Estimating sound power from discrete measurements of sound intensity on a hemisphere

Abstract

In theory, total sound power radiated from a noise source can be determined by integrating the normal component of sound intensity over an arbitrary enclosing surface S. In practice, one must settle for approximation, taking the sound power integral to be a weighted sum of intensity measurements at certain strategically located nodes, or meshpoints, on S. What are the strategic locations, what are the weights, and what level of accuracy can be expected? The present paper attempts to answer these questions for the particular experimental setup described in a recent publication [R. Hickling and L. N. Bolen, “Indoor system for efficient measurement of the sound power of light vehicles,” NCPA Rep. RH-01-88]. Here, S is a hemisphere H plus circular base B—the latter a physical boundary that is perfectly reflective. The mesh covers H but not B: it appears rectangular in cylindrical projection, with longitudes equally spaced. Strategic positioning is therefore a matter of latitude selection.
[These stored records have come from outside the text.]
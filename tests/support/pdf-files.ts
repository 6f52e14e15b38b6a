import { inflateSync } from 'node:zlib'

/** The JSON files inside a PDF: each is a deflated stream that holds an object. */
export function filesInPdf(pdf: Buffer): string[] {
  const found: string[] = []
  for (let from = pdf.indexOf('stream\n'); from >= 0; from = pdf.indexOf('stream\n', from + 7)) {
    const end = pdf.indexOf('endstream', from)
    try {
      const content = inflateSync(pdf.subarray(from + 7, end)).toString('utf8')
      if (content.startsWith('{')) found.push(content)
    } catch {
      // Another kind of stream.
    }
  }
  return found
}
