import { computeCodes } from '../../shared/solver/codes.ts'
import { fitPoints } from '../../shared/solver/fit.ts'
import type { Design, MeasuredPoint, Method } from '../../shared/solver/types.ts'
import { verifyPoints } from '../../shared/solver/verify.ts'
import { seededRandom } from './random.ts'

/**
 * Runs the solver over seeded units of the given designs, every method, weighted and not, one and two passes, and
 * digests all results to the last bit. No input or output, so that a browser can run the same text.
 */
export function solverDigest(designs: readonly Design[], seed: number): { digest: string; results: number } {
  const random = seededRandom(seed)
  let hash = 0x811c9dc5
  let results = 0
  const take = (result: unknown): void => {
    // JSON writes the shortest decimal that is the double: equal texts are equal bits.
    for (const letter of JSON.stringify(result)) hash = Math.imul(hash ^ letter.charCodeAt(0), 0x01000193)
    results += 1
  }
  const methods: readonly Method[] = ['best-fit', 'minimax', 'terminal']
  for (let unit = 0; unit < 200; unit += 1) {
    const design = designs[unit % designs.length]!
    const points = draw(design, random)
    const instrument = unit % 3 === 0 ? { gainPpm: 3, offsetV: 2e-6 } : null
    for (const method of methods) take(fitPoints(design, points, { method, instrument }))
    const first = computeCodes(design, points, { applied: 'neutral', instrument })
    take(first)
    if (first.trim.codes === null) continue
    const next = draw(design, random)
    take(computeCodes(design, next, { applied: first.trim.codes, learned: first, instrument }))
    const told = next.map((point) => (point.readings ? point : { ...point, uncertainty: 1e-6 }))
    take(verifyPoints(design, told, { instrument }))
  }
  return { digest: (hash >>> 0).toString(16), results }
}

function draw(design: Design, random: ReturnType<typeof seededRandom>): MeasuredPoint[] {
  const { lowV, highV } = design.ranges[0]!
  const { bits } = design.converter
  const lsb = (highV - lowV) / 2 ** bits
  const even = (size: number) => (2 * random.next() - 1) * size
  const [offset, gain] = [even(20 * lsb), even(300e-6)]
  const kind = random.below(3)
  const n = 2 + random.below(7)
  return Array.from({ length: n }, (_, i) => {
    const code = Math.floor(
      ((2 ** bits - 1) * (i + 0.5 * random.next() * (i > 0 && i < n - 1 ? 1 : 0))) / (n - 1),
    )
    const x = lowV + Math.min(code, 2 ** bits - 1) * lsb
    const at = () => x + offset + gain * x + even(0.3 * lsb)
    if (kind === 0) return { code: Math.min(code, 2 ** bits - 1), measured: at() }
    if (kind === 1)
      return {
        code: Math.min(code, 2 ** bits - 1),
        measured: at(),
        uncertainty: lsb * (0.05 + 0.1 * random.next()),
      }
    return { code: Math.min(code, 2 ** bits - 1), readings: Array.from({ length: 2 + random.below(5) }, at) }
  })
}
Several schemes are discussed based on different notions of optimality, the means of calculating weights for each scheme are shown, and numerical evidence is compiled to indicate that levels of accuracy attainable, by applying the quadrature formulas to various test functions (chiefly monopoles). The rapid fluctuations that can occur in the sound intensity function and the reasons for this condition are also discussed.